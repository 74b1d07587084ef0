"""A small service in a hurry, for gunicorn to run: the limits of slow clients made short. Its configuration too."""

import sys
import time
from dataclasses import replace

from flask import Flask, Response, request

from service.api.failures import answer_failures
from service.api.request_ids import name_requests
from service.limits import Limits
from service.web_worker import GatheringWorker

QUICK = replace(
    Limits(),
    head_s=2,
    head_bytes=8192,
    body_s=2,
    body_bytes_per_s=1000,
    gathered_bytes=10_000,
    linger_s=1,
    connections=120,
    connections_per_address=50,
    waiting_requests=8,
)
SLOW_S = 1.5
LONG_BYTES = 300_000  # more than the buffers of a connection on loopback and `gathered_bytes`


class QuickWorker(GatheringWorker):
    """Waits for little."""

    limits = QUICK


# Names that gunicorn knows.
worker_class = QuickWorker
keepalive = 0
control_socket_disable = True


def create_app() -> Flask:
    """An app that reads bodies, takes its time where asked to, and says how it is."""
    app = Flask("quick")
    answer_failures(app, QUICK)
    name_requests(app)

    @app.get("/healthz")
    def health() -> Response:
        return Response("well")

    @app.post("/length")
    def length() -> Response:
        return Response(str(len(request.get_data())))

    @app.get("/turn")
    def turn() -> Response:
        return Response(str(sys.getswitchinterval()))

    @app.get("/slow")
    def slow() -> Response:
        time.sleep(SLOW_S)
        return Response("at last")

    return app
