"""Where the most is covered: along which ray, or along which ring, openings take most away.

Every opening is cut into strips between two pieces of its outline, each rising or falling throughout, so that over a
stretch without a corner an opening covers no less than what lies between the ends there and no more than the
least and the greatest of them. Stretches that may hold the most cut are halved until no more can be hidden in
them than a grain. Openings that overlap are counted once: what they cover together is at most the sum of their
widths, and only where that sum may matter is it worked out.
"""

from dataclasses import dataclass
from typing import Protocol

import numpy as np

from layout.mechanics.arrays import BoolArray, FloatArray, IntArray
from layout.mechanics.turning import FULL_TURN_RAD

SLIVER = 1e-9  # mm or rad; a stretch between two corners below it is rounding
_ROUNDING = 1e-6  # mm or rad; far above what sums of some thousand lengths leave, far below every grain
_AT_ONCE = 256  # stretches looked at in one go: bounds the memory


class Cover(Protocol):
    """What is cut away along lines of one kind; a stretch is one of places where such lines lie."""

    @property
    def whole(self) -> tuple[float, float]:
        """The stretch of all lines."""

    def stretches(self) -> tuple[FloatArray, FloatArray]:
        """The stretches between corners, shape (k, 2), and what is covered in each at most, shape (k,)."""

    def over(self, stretch: FloatArray) -> "Over":
        """What lies over stretches without a corner inside, shape (k, 2)."""


@dataclass(frozen=True, slots=True, kw_only=True, eq=False)
class Over:
    """The strips over some stretches, and where each begins and ends on the line at either end of its stretch.

    Attributes:
        count: How many stretches there are.
        which: Shape (e,). The stretch that each strip lies over, rising.
        low: Shape (2, e). Where it begins, at the beginning of the stretch and at its end.
        high: Shape (2, e). Where it ends.
        one_way: Shape (e,). Whether the width of a strip rises or falls throughout the stretch.
        is_ring: Whether the lines are rings, along which angles begin again after a turn.
    """

    count: int
    which: IntArray
    low: FloatArray
    high: FloatArray
    one_way: BoolArray
    is_ring: bool

    def most_at(self, end: int, best: float) -> tuple[float, int]:
        """The most that is covered at one end (0, 1) of any stretch, if more than the best, and the first such stretch.

        The widths tell where that may be: a sum of widths is never below what they cover together.
        """
        lengths = self._lengths(self.low[end], self.high[end])
        widths = self._sums(self.high[end] - self.low[end])
        widest = int(np.argmax(widths))
        if widths[widest] < best - _ROUNDING:
            return 0.0, 0
        least = max(best, lengths.together(np.arange(self.count) == widest)[widest])
        covered = lengths.together(widths >= least - _ROUNDING)
        top = int(np.argmax(covered > covered.max() - SLIVER))
        return float(covered[top]), top

    def bounds(self, limit: float) -> FloatArray:
        """Shape (count,). What is covered inside each stretch at most; exactly so where that is above the limit."""
        low, high = self.low.min(axis=0), self.high.max(axis=0)
        # Where a width rises or falls throughout, it is at most what it is at an end.
        widths = np.where(self.one_way, (self.high - self.low).max(axis=0), high - low)
        most = self._sums(widths)
        above = most > limit
        if above.any():
            most[above] = np.minimum(most, self._lengths(low, high).together(above))[above]
        return most

    def _sums(self, widths: FloatArray) -> FloatArray:
        return np.asarray(np.bincount(self.which, widths, self.count), dtype=np.float64)

    def _lengths(self, low: FloatArray, high: FloatArray) -> "_Lengths":
        if not self.is_ring:
            return _Lengths(count=self.count, which=self.which, low=low, high=high)
        start = np.mod(low, FULL_TURN_RAD)
        past = start + (high - low) - FULL_TURN_RAD
        again = past > 0
        return _Lengths(
            count=self.count,
            which=np.concatenate([self.which, self.which[again]]),
            low=np.concatenate([start, np.zeros(np.count_nonzero(again))]),
            high=np.concatenate([np.minimum(past, 0.0) + FULL_TURN_RAD, past[again]]),
        )


@dataclass(frozen=True, slots=True, kw_only=True, eq=False)
class _Lengths:
    """Lengths on several lines.

    Attributes:
        count: How many lines there are.
        which: Shape (e,). The line of each length.
        low: Shape (e,). Where it begins.
        high: Shape (e,). Where it ends.
    """

    count: int
    which: IntArray
    low: FloatArray
    high: FloatArray

    def together(self, wanted: BoolArray) -> FloatArray:
        """Shape (count,). What the lengths of each wanted line cover, what lies in several counted once; else 0."""
        if not len(self.which):
            return np.zeros(self.count)
        # The lines are moved apart, so that one running maximum serves them all.
        apart = float(self.high.max() - self.low.min()) + 1.0
        chosen = wanted[self.which]
        which, low, high = self.which[chosen], self.low[chosen], self.high[chosen]
        order = np.lexsort((low, which))
        which, low, high = which[order], low[order], high[order]
        moved = which * apart
        reach = np.maximum.accumulate(high + moved)
        before = np.concatenate([[-np.inf], reach[:-1]])
        added = np.maximum(reach - np.maximum(low + moved, before), 0.0)
        return np.asarray(np.bincount(which, added, self.count), dtype=np.float64)


def most_covered(cover: Cover, grain: float) -> tuple[float, float]:
    """The most that is covered anywhere, within the grain, and where."""
    stretch, most = cover.stretches()
    best, place = 0.0, cover.whole[0]
    while True:
        live = np.flatnonzero((most > best + grain) & (stretch[:, 1] - stretch[:, 0] > SLIVER))
        if not len(live):
            return best, place
        now = live[_first(most[live], grain)]
        looked_at = stretch[now]
        over = cover.over(looked_at)
        for end in (0, 1):
            covered, which = over.most_at(end, best)
            if covered > best + SLIVER:
                best, place = covered, float(looked_at[which, end])
        most[now] = 0.0  # their halves stand for them from now on
        later = live[most[live] > best + grain]
        bound = over.bounds(best + grain)
        middle = looked_at.mean(axis=1)
        halves = [np.stack([looked_at[:, 0], middle], axis=1), np.stack([middle, looked_at[:, 1]], axis=1)]
        stretch = np.concatenate([stretch[later], *halves])
        most = np.concatenate([most[later], bound, bound])


def _first(most: FloatArray, grain: float) -> IntArray:
    """The places of the stretches to look at first: at most _AT_ONCE, the most covered first.

    Rounded, so that of places alike but for the last digit the first is told on every machine.
    """
    rank = -np.rint(most / grain)
    if len(rank) > _AT_ONCE:
        last = np.partition(rank, _AT_ONCE - 1)[_AT_ONCE - 1]
        before = np.flatnonzero(rank < last)
        at_last = np.flatnonzero(rank == last)[: _AT_ONCE - len(before)]
        among = np.concatenate([before, at_last])
        return among[np.argsort(rank[among], kind="stable")]
    return np.argsort(rank, kind="stable")


def stretches_between(
    from_to: FloatArray, most: FloatArray, whole: tuple[float, float]
) -> tuple[FloatArray, FloatArray]:
    """The stretches between the ends of strips, and what is covered in each at most: every strip there at its most.

    Args:
        from_to: Shape (n, 2). From where to where each strip lies.
        most: Shape (n,). What it covers at most.
        whole: From where to where lines lie.
    """
    within = np.clip(from_to, *whole)
    stops, place = np.unique(within, return_inverse=True)
    place = place.reshape(within.shape)
    change = np.bincount(place[:, 0], most, len(stops)) - np.bincount(place[:, 1], most, len(stops))
    # Sums and differences of some thousand lengths leave rounding far below the grain.
    return np.stack([stops[:-1], stops[1:]], axis=1), np.cumsum(change)[:-1]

* * * * * * * * *

Reproduce each line of the material that mentions "stops".

    stops, place = np.unique(within, return_inverse=True)
    change = np.bincount(place[:, 0], most, len(stops)) - np.bincount(place[:, 1], most, len(stops))
    return np.stack([stops[:-1], stops[1:]], axis=1), np.cumsum(change)[:-1]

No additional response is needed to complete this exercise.